How This Enables Vision
Your ability to see depends on the same electron-excitation principle, but with a twist. Inside the photoreceptor cells of your retina, a small molecule called retinal sits covalently attached to a protein called opsin. Retinal’s chromophore is a chain of conjugated double bonds. When a photon excites the electrons in this chain, the added energy doesn’t just bump an electron to a higher orbital; it causes the molecule to physically change shape. A specific double bond in retinal (at the 11th carbon position) flips from a bent “cis” configuration to a straight “trans” configuration. This shape change triggers the opsin protein to activate, launching the cascade of signals your brain interprets as sight.
This photoisomerization, where light energy rearranges the geometry around a double bond, is one of the fastest and most efficient reactions in biology.

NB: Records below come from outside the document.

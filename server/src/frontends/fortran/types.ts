/** Derived types as classes of the common form. */
import type { ClassStmt, Stmt } from '../../program/nodes.ts';
import { closerAt, closeBlock } from './blocks.ts';
import { declaration } from './declarations.ts';
import type { Reader } from './reader.ts';
import { Scope } from './scope.ts';
import { headBase } from './statements.ts';
import type { Token } from './tokens.ts';

/** Whether a type is defined here: `type point`, `type, extends(base) :: point`, `type :: point`. */
export function definesType(reader: Reader): boolean {
  if (!reader.isName('type')) return false;
  const next = reader.peek();
  if (next?.kind === 'op') return next.text === ',' || next.text === '::';
  return next?.kind === 'name' && reader.peek(2)?.kind === 'break';
}

export function typeDefinition(reader: Reader): ClassStmt | undefined {
  const opener = reader.next();
  let base: Token | undefined;
  while (reader.takeOp(',')) {
    const extending = reader.takeName('extends');
    if (!extending) reader.next();
    if (extending && reader.peek()?.kind === 'name') base = reader.peek();
    if (reader.isOp('(')) reader.skipBrackets();
  }
  reader.takeOp('::');
  const name = reader.token;
  if (name.kind !== 'name') {
    reader.problem('the name of a type is missing');
    reader.skipStatement();
    return undefined;
  }
  reader.next();
  reader.skipStatement();
  const outside = reader.scope;
  reader.scope = new Scope();
  const body = components(reader);
  reader.scope = outside;
  closeBlock(reader, 'type', opener);
  return {
    kind: 'class', name: name.text, nameSpan: { start: name.start, end: name.end }, decorators: [], body,
    bases: base ? [{ kind: 'name', name: base.text, start: base.start, end: base.end }] : [], ...headBase(reader, opener.start),
  };
}

/** Fields up to the end of the type; bound procedures are passed over. */
function components(reader: Reader): readonly Stmt[] {
  const body: Stmt[] = [];
  let procedures = false;
  while (!reader.done) {
    if (reader.atBreak) reader.next();
    else if (closerAt(reader)) break;
    else if (reader.isName('contains') && reader.peek()?.kind === 'break') {
      procedures = true;
      reader.next();
    } else {
      const fields = procedures ? undefined : declaration(reader);
      if (fields) body.push(...fields);
      else reader.skipStatement();
    }
  }
  return body;
}
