/** The statements that declare: what a unit uses, its names and types, what is only for the compiler. */
import type { Stmt } from '../../program/nodes.ts';
import { arraysStatement, attributeStatement, declaration, parameterStatement } from './declarations.ts';
import { closerAt, closeBlock } from './blocks.ts';
import type { Reader } from './reader.ts';
import { definesType, typeDefinition } from './types.ts';
import { useStatement } from './uses.ts';

const arrays = new Set(['dimension', 'common', 'allocatable', 'pointer', 'target', 'codimension', 'volatile', 'asynchronous', 'contiguous']);
const passed = new Set(['public', 'private', 'protected', 'save', 'external', 'intrinsic', 'equivalence', 'namelist', 'format', 'data', 'import', 'entry', 'value', 'bind', 'sequence', 'generic', 'final', 'include', 'static', 'automatic', 'volatile']);

/** The statements that one line of declarations makes; undefined where another kind of statement begins here. */
export function specification(reader: Reader): readonly Stmt[] | undefined {
  const { token } = reader;
  const { text } = token;
  if (definesType(reader)) {
    const made = typeDefinition(reader);
    return made ? [made] : [];
  }
  const declared = isSelector(reader) ? undefined : declaration(reader);
  if (declared) return declared;
  if (text === 'use') return useStatement(reader);
  if (text === 'implicit') return implicit(reader);
  if (text === 'parameter' && reader.isOp('(', 1)) return parameterStatement(reader);
  if (text === 'intent' || text === 'optional') {
    attributeStatement(reader);
    return [];
  }
  if (text === 'interface' || (text === 'abstract' && reader.isName('interface', 1))) return interfaceBlock(reader);
  if (text === 'enum') return enumeration(reader);
  if (arrays.has(text)) {
    arraysStatement(reader);
    return [];
  }
  if (text === 'procedure' || !passed.has(text)) return undefined;
  reader.skipStatement();
  return [];
}

/** `type is (…)` and `class is (…)` in a selection. */
function isSelector(reader: Reader): boolean {
  return (reader.isName('type') || reader.isName('class')) && reader.peek()?.kind === 'name';
}

function implicit(reader: Reader): readonly Stmt[] {
  reader.next();
  if (reader.isName('none')) reader.scope.implicitNone = true;
  reader.skipStatement();
  return [];
}

/** What an interface says of procedures elsewhere is passed over: they are read where they stand. */
function interfaceBlock(reader: Reader): readonly Stmt[] {
  const opener = reader.token;
  skipTo(reader, 'interface');
  closeBlock(reader, 'interface', opener);
  // The comments above are about the interface.
  reader.comments.above(opener);
  return [];
}

function enumeration(reader: Reader): readonly Stmt[] {
  const opener = reader.token;
  skipTo(reader, 'enum');
  closeBlock(reader, 'enum', opener);
  return [];
}

function skipTo(reader: Reader, word: string): void {
  while (!reader.done && closerAt(reader)?.word !== word) {
    if (reader.atBreak) reader.next();
    else reader.skipStatement();
  }
}
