/** Functions and subroutines: heads, parameters with their directions, results, what they contain. */
import type { FunctionStmt, OutputName, Param, Stmt } from '../../program/nodes.ts';
import { closerAt, unitWords } from './blocks.ts';
import { typeEnd } from './declarations.ts';
import { helpOf } from './documentation.ts';
import { expression } from './expressions.ts';
import type { Reader } from './reader.ts';
import { Scope } from './scope.ts';
import { specification } from './specification.ts';
import { baseOf, headBase, isAssignment, resultOf, statement } from './statements.ts';
import type { Token } from './tokens.ts';

const prefixes = new Set(['pure', 'elemental', 'impure', 'recursive', 'non_recursive', 'module', 'attributes']);

interface Head {
  readonly word: 'function' | 'subroutine' | 'procedure';
  readonly name: Token;
  readonly params: readonly Token[];
  readonly result: Token | undefined;
  readonly type: string | undefined;
}

/** The index of `function` or `subroutine` where the head of a procedure begins here. */
export function procedureWord(reader: Reader): number | undefined {
  let at = reader.at;
  let isModule = false;
  for (;;) {
    const token = reader.tokens[at];
    if (token?.kind !== 'name') return undefined;
    const next = reader.tokens[at + 1];
    if (token.text === 'function' || token.text === 'subroutine') return next?.kind === 'name' ? at : undefined;
    if (token.text === 'procedure' && isModule) return next?.kind === 'name' && reader.tokens[at + 2]?.kind === 'break' ? at : undefined;
    if (prefixes.has(token.text)) {
      isModule ||= token.text === 'module';
      at = next?.text === '(' ? reader.behindBrackets(at + 1) : at + 1;
    } else {
      const behind = typeEnd(reader, at);
      if (behind === undefined || behind === at) return undefined;
      at = behind;
    }
  }
}

/** The procedure whose head begins here; `word` is the index of its keyword. */
export function procedure(reader: Reader, word: number): FunctionStmt {
  const opener = reader.token;
  const outside = { scope: reader.scope, returns: reader.returns };
  const head = headOf(reader, word);
  const headEnd = reader.lastEnd;
  reader.scope = new Scope();
  reader.scope.usesModules = outside.scope.usesModules;
  reader.scope.isProcedure = true;
  reader.returns = [];
  const scope = reader.scope;
  const first = firstStatement(reader);
  const { declared, nested, rest } = bodyOf(reader, head);
  const outputs = head.word === 'function' ? [outputOf(head.result ?? head.name)] : given(head, scope);
  const end = reader.lastEnd;
  const value = resultOf(outputs);
  const last: readonly Stmt[] = value ? [{ kind: 'return', value, start: value.start, end: value.end }] : [];
  if (value) for (const each of reader.returns) each.value = value;
  closeProcedure(reader, head, opener);
  reader.scope = outside.scope;
  reader.returns = outside.returns;
  const base = headBase(reader, opener.start);
  const help = helpOf(reader, headEnd, first ?? end, base);
  const loose = reader.comments.loose(help.doc ? Math.max(help.doc.end, headEnd) : headEnd, base.end);
  return {
    kind: 'function', name: head.name.text, nameSpan: { start: head.name.start, end: head.name.end }, params: head.params.map((each) => paramOf(each, scope)), outputs,
    body: [...declared, ...nested, ...rest, ...last], decorators: [], ...(head.type === undefined ? {} : { annotation: head.type }), ...(loose.length > 0 ? { loose } : {}),
    ...(base.trailing ? { trailing: base.trailing } : {}), ...help, start: base.start, end: base.end,
  };
}

function headOf(reader: Reader, word: number): Head {
  const behind = typeIn(reader, word);
  reader.at = word;
  const kind = reader.next().text as Head['word'];
  const name = reader.next();
  const params: Token[] = [];
  if (reader.isOp('(')) {
    const end = reader.behindBrackets(reader.at);
    for (let at = reader.at + 1; at < end; at++) if (reader.tokens[at]?.kind === 'name') params.push(reader.tokens[at] as Token);
    if (reader.tokens[end - 1]?.text !== ')') reader.problem(') is missing', { start: reader.tokens[end - 1]?.end ?? name.end, end: reader.tokens[end - 1]?.end ?? name.end });
    reader.at = end;
  }
  const result = resultName(reader);
  reader.skipStatement();
  return { word: kind, name, params, result, type: behind };
}

/** The first word of the type in front of `function`. */
function typeIn(reader: Reader, word: number): string | undefined {
  for (let at = reader.at; at < word; at++) {
    const token = reader.tokens[at] as Token;
    if (token.kind === 'name' && !prefixes.has(token.text) && typeEnd(reader, at) !== undefined) return token.text;
  }
  return undefined;
}

function resultName(reader: Reader): Token | undefined {
  let found: Token | undefined;
  while (reader.token.kind === 'name') {
    const { text } = reader.next();
    if (text === 'result' && reader.isOp('(') && reader.peek()?.kind === 'name') found = reader.peek();
    if (reader.isOp('(')) reader.skipBrackets();
  }
  return found;
}

/** A result by its name in the head: that of the function, or the one behind `result`; a parameter that is given back. */
function outputOf({ text, start, end }: Token): OutputName {
  return { name: text, nameSpan: { start, end } };
}

/** The parameters that a subroutine may change: by their intent, or where none is declared by what its body does. */
function given(head: Head, scope: Scope): readonly OutputName[] {
  return head.params.filter((each) => directionOf(each.text, scope) !== undefined).map(outputOf);
}

function directionOf(name: string, scope: Scope): 'out' | 'inout' | undefined {
  const intent = scope.intents.get(name) ?? (scope.assigned.has(name) ? 'inout' : 'in');
  return intent === 'in' ? undefined : intent;
}

function paramOf({ text, start, end }: Token, scope: Scope): Param {
  const intent = directionOf(text, scope);
  const annotation = scope.types.get(text);
  return { name: text, nameSpan: { start, end }, mode: 'plain', ...(annotation === undefined ? {} : { annotation }), ...(intent ? { intent } : {}), start, end };
}

/** Where the first statement of the body begins. */
function firstStatement(reader: Reader): number | undefined {
  for (let at = reader.at; at < reader.tokens.length; at++) if (reader.tokens[at]?.kind !== 'break') return (reader.tokens[at] as Token).start;
  return undefined;
}

interface Body {
  readonly declared: readonly Stmt[];
  readonly nested: readonly Stmt[];
  readonly rest: readonly Stmt[];
}

function bodyOf(reader: Reader, head: Head): Body {
  const declared: Stmt[] = [];
  const rest: Stmt[] = [];
  const nested: Stmt[] = [];
  let contains = false;
  reader.open.push(head.word);
  while (!reader.done) {
    if (reader.atBreak) {
      reader.next();
      continue;
    }
    const closer = closerAt(reader);
    if (closer && unitWords.has(closer.word)) break;
    if (closer) {
      reader.problem('there is nothing to close here');
      reader.skipStatement();
      continue;
    }
    if (reader.isName('contains') && reader.peek()?.kind === 'break') {
      contains = true;
      reader.next();
      continue;
    }
    const word = contains || rest.length === 0 ? procedureWord(reader) : undefined;
    if (contains && word !== undefined) nested.push(procedure(reader, word));
    else if (word !== undefined) break;
    else bodyStatement(reader, declared, rest);
  }
  reader.open.pop();
  return { declared, nested, rest };
}

/** Declarations come before everything that is carried out. */
function bodyStatement(reader: Reader, declared: Stmt[], rest: Stmt[]): void {
  if (rest.length > 0) {
    rest.push(...statement(reader));
    return;
  }
  const defined = statementFunction(reader);
  if (defined) {
    declared.push(defined);
    return;
  }
  const declares = reader.token.kind === 'name' && !isAssignment(reader) ? specification(reader) : undefined;
  if (!declares) {
    rest.push(...statement(reader));
    return;
  }
  declared.push(...declares);
  if (!reader.done && !reader.atBreak) {
    reader.problem(`${reader.token.text} does not fit here`);
    reader.skipStatement();
  }
}

/** `area(d) = pi*d**2/4` among the declarations: a function of one line. */
export function statementFunction(reader: Reader): FunctionStmt | undefined {
  const { token, scope } = reader;
  if (token.kind !== 'name' || !reader.isOp('(', 1) || scope.arrays.has(token.text)) return undefined;
  const behind = reader.behindBrackets(reader.at + 1);
  if (reader.tokens[behind]?.text !== '=') return undefined;
  const inside = reader.tokens.slice(reader.at + 2, behind - 1);
  if (!inside.every((each, at) => (at % 2 === 0 ? each.kind === 'name' : each.text === ','))) return undefined;
  if (!scope.declared.has(token.text) && (scope.usesModules || scope.implicitNone || !scope.isProcedure)) return undefined;
  reader.at = behind + 1;
  const value = expression(reader);
  const params = inside.filter((each) => each.kind === 'name').map((each): Param => ({ name: each.text, nameSpan: { start: each.start, end: each.end }, mode: 'plain', start: each.start, end: each.end }));
  const base = baseOf(reader, token.start);
  return { kind: 'function', name: token.text, nameSpan: { start: token.start, end: token.end }, params, decorators: [], body: [{ kind: 'return', value, start: value.start, end: value.end }], ...base };
}

function closeProcedure(reader: Reader, head: Head, opener: Token): void {
  const closer = closerAt(reader);
  if (!closer) return reader.problem(`${head.word} is not closed`, opener);
  if (closer.word !== '' && closer.word !== head.word) return reader.problem(`${head.word} is not closed`, opener);
  reader.at += closer.length;
  if (closer.word !== '' && reader.token.kind === 'name') reader.next();
}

How This Causes DNA Damage
The same mechanism that powers vision and photosynthesis can also cause harm. DNA bases, particularly thymine and cytosine, contain double bonds that absorb UV light. When UV photons excite the electrons in these double bonds, the added energy can open the bond and allow it to react with a neighboring base on the same DNA strand. If two thymine bases sit next to each other, this can create a thymine dimer: two covalent bonds locking the adjacent bases together. These dimers distort the DNA helix and, if not repaired, can lead to mutations and skin cancer.

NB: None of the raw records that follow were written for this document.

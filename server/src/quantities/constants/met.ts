import type { ConstantEntry } from '../catalogue/entry.ts';

/** Rounded forms of a constant counted in one unit: `met('J/(mol K)', '8.314', '8.31')`. */
export function met(unit: string, ...values: readonly string[]): ConstantEntry['metAs'] {
  return values.map((value) => ({ value, unit }));
}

DNA has some built-in resilience, though. When UV light excites the electrons in pyrimidine bases (thymine, cytosine, uracil), the molecule usually converts that electronic energy into heat within picoseconds, far faster than a chemical reaction can occur. The excited electron drops back to the ground state through rapid nonradiative decay, and the photon’s energy dissipates as vibrations in the surrounding water molecules. Only a small fraction of excitation events lead to actual dimer formation.
How Sunscreen Exploits This Process
Chemical sunscreens work by containing molecules whose electrons are deliberately easy to excite with UV light. Oxybenzone, one common UV-absorbing ingredient, absorbs a UV photon and undergoes an ultrafast internal rearrangement: the excited molecule briefly shifts into a different structural form, then snaps back to its original shape while dumping the absorbed energy as harmless heat. This entire cycle, absorption, rearrangement, and energy release, happens so quickly that there’s no time for the energy to cause damage to skin cells underneath.
In every one of these examples, from plant pigments to your retina to sunscreen, the story starts in the same place: a photon of sunlight delivers its energy to an electron, and that electron jumps to a higher orbital. What happens next depends on the molecule, but the initial event is always an electronic transition.